You stroll towards Ronald Ngala Street. There’s the usual crowd, also in a rush to beat the curfew. Its classic Nairobi streets at night – there’s the intermittent hawker displaying clothes and hats at every street light. There’s the usual cacophony from the bikes, cars and Matatu vans with blaring music.

A couple of yards to the bus terminus, you stop for a minute for a bite of roast maize. This is not a break from your routine. This is your usual vendor, and though you don’t know the lad’s name, you briefly nod in greeting, and he acknowledges. He’s listening to some music on earphones.

Imagine you are marinating your half-piece of roast maize with lemon dipped in pepper powder. Kenyans are peculiar, eh? Your mind is drifting as it often does – how many more passengers till the next outward bus fills up? Is my mask on well? Will the president lift the county lockdown soon – I don’t have enough food to last us a week more….

You feel your rucksack slipping from your left shoulder. You always carry it on one strap. There’s not much in it. Just a scarf, some insurance journals, a small thermos flask and a phone charger.

You heave it up. A thing everyone does on auto-pilot.

Except, it feels too light. And, weird.

Immediately, you notice there’s a man on either side of you with masks on. And, they’re standing awfully close – too close for comfort – considering this is a maize roasting stand.

You try to turn, and realize you can’t. There’s someone else behind you, and taller – with something pointy pressed on your back.

Then, it hits you – Oh My God! Am Getting Robbed!

It gets the heart racing, just imagining it, right?

But that exactly happened to Michael Tanui, a middle-aged father of two, who lives in Kahawa. In his own words, a ‘seasoned’ Nairobi dweller, he didn’t expect to get robbed in the middle of a busy pavement with his favorite roast-maize guy in front of him.

Speaking of it a week after, he admits to getting frozen in the moment. It took a few seconds, but in his mind, it felt like an eternity. He’d felt the guy behind him run his fingers into his pockets and pick his wallet, then his phone. Some crazy thoughts had flooded his mind.

The maize guy is wearing an Ankara fabric mask.

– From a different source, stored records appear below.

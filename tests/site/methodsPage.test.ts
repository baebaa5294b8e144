import { readFileSync } from "node:fs";
import { describe, expect, test } from "vitest";
import { MAXIMUM_CONFORMERS } from "../../src/conformers/enumerateConformers.ts";
import { ENERGY_RULES } from "../../src/energetics/rules/index.ts";
import { escapeHtml } from "../../src/quantity/escapeHtml.ts";
import { GAS_CONSTANT, NORMAL_95 } from "../../src/quantity/units.ts";
import { MEDIUM_CLASSES } from "../../src/register/Register.ts";
import { methodsPage } from "../../src/site/pages/methodsPage.ts";

const PAGE = methodsPage().replaceAll("\u00a0", " ");
const source = (file: string) => readFileSync(new URL(`../../src/${file}`, import.meta.url), "utf8");

/**
 * The constants stand in the rules, where they are used, and in words on the page. Whoever changes one changes
 * the other: the code of the rule is the key, the words are what a reviewer relies on.
 */
const HELD: readonly (readonly [file: string, code: string, words: string])[] = [
  ["energetics/rowParameter.ts", "OTHER_MEDIUM = 0.2;", "nearest class of medium; 0.2 added"],
  ["energetics/rowParameter.ts", "ASSUMED_TEMPERATURE = 298.15;", "are taken at 298.15 K"],
  ["energetics/rowParameter.ts", "UNKNOWN_ENTROPY = 1e-3;", "1 cal/(mol K) of doubt"],
  ["energetics/standIn.ts", "REFERENCE_TEMPERATURE = 298.15;", "and stand-ins, are taken at 298.15 K"],
  [
    "energetics/heteroringStandIn.ts",
    "{ sameClass: 0.3, otherState: 0.3, otherRing: 0.4, strongDipole: 1.0, allylic: 1.5 }",
    "the cyclohexane value, 0.4 added, or 1.0 for a polar group",
  ],
  [
    "energetics/heteroringStandIn.ts",
    "{ share: 0.6, u: 0.5 }",
    "0.6 of the cyclohexane value stands in, 0.5 added",
  ],
  ["energetics/heteroringStandIn.ts", "0.15 * Math.abs(value)", "0.4 and 15 % of the value added"],
  ["energetics/rules/nitrogenSubstituent.ts", "LOAN = 0.5;", "nitrogen of the same ring, 0.5 added"],
  ["energetics/rules/nitrogenSubstituent.ts", "1.5 ± 1.2 kcal/mol", "else 1.5 ± 1.2"],
  ["energetics/pairParameter.ts", "LOAN = 0.25;", "0.25 added for each group that differs"],
  [
    "energetics/rules/vicinalGauche.ts",
    "polar === 0 ? [0.9, 0.4] : polar === 1 ? [0.45, 0.4] : [0.5, 0.8]",
    "0.9 ± 0.4, 0.45 ± 0.4 with one polar group, 0.5 ± 0.8 with two",
  ],
  [
    "energetics/rules/synAxial.ts",
    "polar === 0 ? [2.0, 0.7] : polar === 1 ? [1.3, 0.7] : donor ? [0.7, 1.5] : [2.0, 1.5]",
    "2.0 ± 0.7, 1.3 ± 0.7 with one polar group, 2.0 ± 1.5 with two, 0.7 ± 1.5 where",
  ],
  ["energetics/rules/geminal.ts", "flat ? 1.0 : polar ? 0.5 : 0.2", "0.2, 0.5 with a polar group, 1.0 with"],
  ["energetics/rules/additivityAllowance.ts", "ACROSS = 0.5;", "0.5 for each pair that is 1,4 and diaxial"],
  ["energetics/rules/additivityAllowance.ts", "BESIDE = 0.2;", "0.2 for each that is 1,3 and diequatorial"],
  ["dossier/analysis/analyseConformers.ts", "RESIDUAL = 0.2;", "with a doubt of 0.2 where symmetry"],
  [
    "dossier/analysis/analyseConformers.ts",
    "{ fused: 0.4, bridged: 1.0 }",
    "0.4 kcal/mol of doubt, 1.0 where a bridge",
  ],
  ["dossier/analysis/analyseConformers.ts", "MECHANICS_DOUBT = 1.5;", "with 1.5 kcal/mol of doubt"],
  [
    "dossier/analysis/analyseConformers.ts",
    "TERT_BUTYL_EXCESS = 1.4;",
    "1.4 kcal/mol is added for each axial tert-butyl",
  ],
  ["dossier/analysis/isStrained.ts", "STRAIN_LIMIT = 16.7;", "more than 4 kcal/mol of contributions"],
];

describe("The methods page", () => {
  test.each(HELD)("says what %s does: %s", (file, code, words) => {
    // Line breaks of the formatter do not matter.
    expect(source(file).replace(/\s+/g, " ")).toContain(code);
    expect(PAGE).toContain(words);
  });

  test("names every rule of the energy model, its constants and the order of media", () => {
    for (const { title } of ENERGY_RULES) expect(PAGE).toContain(`<dt>${escapeHtml(title)}</dt>`);
    expect(PAGE).toContain(MEDIUM_CLASSES.join(", "));
    expect(PAGE).toContain(`more than ${MAXIMUM_CONFORMERS} conformers`);
    expect(PAGE).toContain(`${NORMAL_95.toFixed(2)} standard uncertainties`);
    expect((GAS_CONSTANT * 1000).toFixed(9)).toBe("8.314462618");
    expect(PAGE).toContain("8.314\\,462\\,618");
  });
});
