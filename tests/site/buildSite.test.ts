import { spawn } from "node:child_process";
import {
  cpSync,
  existsSync,
  mkdirSync,
  readdirSync,
  readFileSync,
  rmSync,
  statSync,
  symlinkSync,
  writeFileSync,
} from "node:fs";
import path from "node:path";
import { describe, expect, test } from "vitest";
import { buildSite } from "../../src/site/buildSite.ts";
import { contentsOf } from "../runRingfolio.ts";
import { REPOSITORY } from "../sourceFiles.ts";
import { newFolder, smallProject, writeCompound } from "./contentSample.ts";

const TIME = 60_000;
const build = (folder: string, output = "_site") =>
  buildSite({ content: path.join(folder, "content"), output: path.join(folder, output) });

describe("Building a site", { timeout: TIME }, () => {
  test("writes a site that is open to other users, marked as its own, with nothing left beside it", async () => {
    const folder = smallProject();
    const result = await build(folder);
    expect(result).toMatchObject({ ok: true, dossiers: 2 });
    expect(readdirSync(folder).sort()).toEqual(["_site", "content"]);
    expect(readdirSync(path.join(folder, "_site"))).toEqual(
      expect.arrayContaining([".ringfolio-site", "index.html"]),
    );
    expect(statSync(path.join(folder, "_site")).mode & 0o777).toBe(0o777 & ~process.umask());
  });

  test("replaces its own site whole: pages of a compound that is gone are gone", async () => {
    const folder = smallProject();
    await build(folder);
    const before = contentsOf(path.join(folder, "_site"));
    writeCompound(folder, "tl-03.md", ["code: TL-03", "name: cyclohexane", "structure: C1CCCCC1"]);
    expect(await build(folder)).toMatchObject({ ok: true, dossiers: 3 });
    expect([...contentsOf(path.join(folder, "_site")).keys()].some((name) => name.includes("tl-03"))).toBe(
      true,
    );
    rmSync(path.join(folder, "content/series/teal/tl-03.md"));
    await build(folder);
    expect(contentsOf(path.join(folder, "_site"))).toEqual(before);
  });

  test("reports ten mistakes in one run and leaves the old site byte for byte", async () => {
    const folder = newFolder();
    cpSync(path.join(REPOSITORY, "tests/fixtures/ten-mistakes"), path.join(folder, "content"), {
      recursive: true,
    });
    mkdirSync(path.join(folder, "_site"));
    writeFileSync(path.join(folder, "_site/.ringfolio-site"), "");
    writeFileSync(path.join(folder, "_site/index.html"), "<p>old</p>");
    const before = contentsOf(path.join(folder, "_site"));
    const { ok, diagnostics } = await build(folder);
    expect(ok).toBe(false);
    const errors = diagnostics.filter(({ severity }) => severity === "error");
    expect(new Set(errors.map(({ place }) => path.basename(place.file))).size).toBe(10);
    expect(errors.length).toBe(10);
    for (const { place } of errors) expect([place.line >= 1, place.column >= 1]).toEqual([true, true]);
    expect(contentsOf(path.join(folder, "_site"))).toEqual(before);
    expect(readdirSync(folder).sort()).toEqual(["_site", "content"]);
  });

  test("says what to do when the folder is missing or holds no compound", async () => {
    const folder = newFolder();
    const missing = await build(folder);
    expect(missing.ok).toBe(false);
    expect(missing.diagnostics.map(({ code }) => code)).toEqual(["missing-content-folder"]);
    mkdirSync(path.join(folder, "content"));
    const empty = await build(folder);
    expect(empty.diagnostics.map(({ code }) => code)).toContain("no-compounds");
    expect(empty.diagnostics.map(({ message }) => message).join()).toContain("/series/");
    expect(readdirSync(folder)).toEqual(["content"]);
  });

  test("stops at SIGINT with nothing left behind and the old site in place", async () => {
    const folder = smallProject();
    await build(folder);
    const before = contentsOf(path.join(folder, "_site"));
    const child = spawn(process.execPath, [path.join(REPOSITORY, "src/cli/ringfolio.mjs"), "build"], {
      cwd: folder,
    });
    const ended = new Promise<number | null>((resolve) => child.on("exit", resolve));
    while (child.exitCode === null && !readdirSync(folder).some((name) => name.startsWith(".build-"))) {
      await new Promise((resolve) => setTimeout(resolve, 2));
    }
    child.kill("SIGINT");
    expect(await ended).toBe(130);
    expect(readdirSync(folder).sort()).toEqual(["_site", "content"]);
    expect(contentsOf(path.join(folder, "_site"))).toEqual(before);
  });
});

describe("The output folder", { timeout: TIME }, () => {
  test("is never one that somebody else filled", async () => {
    const folder = smallProject();
    mkdirSync(path.join(folder, "papers"));
    writeFileSync(path.join(folder, "papers/thesis.txt"), "years of work");
    await expect(build(folder, "papers")).rejects.toThrow(/was not written by ringfolio/);
    expect(readFileSync(path.join(folder, "papers/thesis.txt"), "utf8")).toBe("years of work");
    expect(readdirSync(folder).sort()).toEqual(["content", "papers"]);
  });

  test.each([
    { output: ".", says: /holds the content folder/ },
    { output: "content", says: /holds the content folder/ },
    { output: "content/site", says: /inside the content folder/ },
    { output: "link/site", says: /inside the content folder/ },
    { output: "file", says: /is a file/ },
    { output: "file/site", says: /cannot be written/ },
  ])("may not be $output", async ({ output, says }) => {
    const folder = smallProject();
    symlinkSync(path.join(folder, "content"), path.join(folder, "link"));
    writeFileSync(path.join(folder, "file"), "");
    const before = contentsOf(path.join(folder, "content"));
    await expect(build(folder, output)).rejects.toThrow(says);
    expect(contentsOf(path.join(folder, "content"))).toEqual(before);
  });

  test("may be empty, deep, or a link, which stays a link", async () => {
    const folder = smallProject();
    mkdirSync(path.join(folder, "real"));
    symlinkSync("real", path.join(folder, "_site"));
    expect((await build(folder)).ok).toBe(true);
    expect(existsSync(path.join(folder, "real/index.html"))).toBe(true);
    expect((await build(folder, "a/b/c")).ok).toBe(true);
    expect(contentsOf(path.join(folder, "a/b/c"))).toEqual(contentsOf(path.join(folder, "real")));
  });
});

It must have been minutes before he shook himself out of the reverie. He’d seen the maize guy handing him a crumpled fifty shilling note, and some coins.

‘Wameenda na vitu zako. Shika fare utanilipa kesho boss’.

He hadn’t said anything, just turned and walked in a daze towards the nearest bus.

At home, that’s when the shaking started. Mercifully, the kids had already gone to bed. His wife was quick to overcome the shock. She’d turned on his computer, and asked him to log into the New Co-op Internet Banking.

The New Co-op Internet Banking allows Co-op Bank clients to quickly block lost or stolen Co-op Bank cards. When they took his wallet, they’d taken his ID cards, Coop Bank Visa cards and other documents. When he thinks of it, Tanui admits his wife probably saved them more problems by blocking the cards.

Since the incident, Tanui hardly carries any cash or valuable belongings. Oh, he’s also changed his roast-maize guy.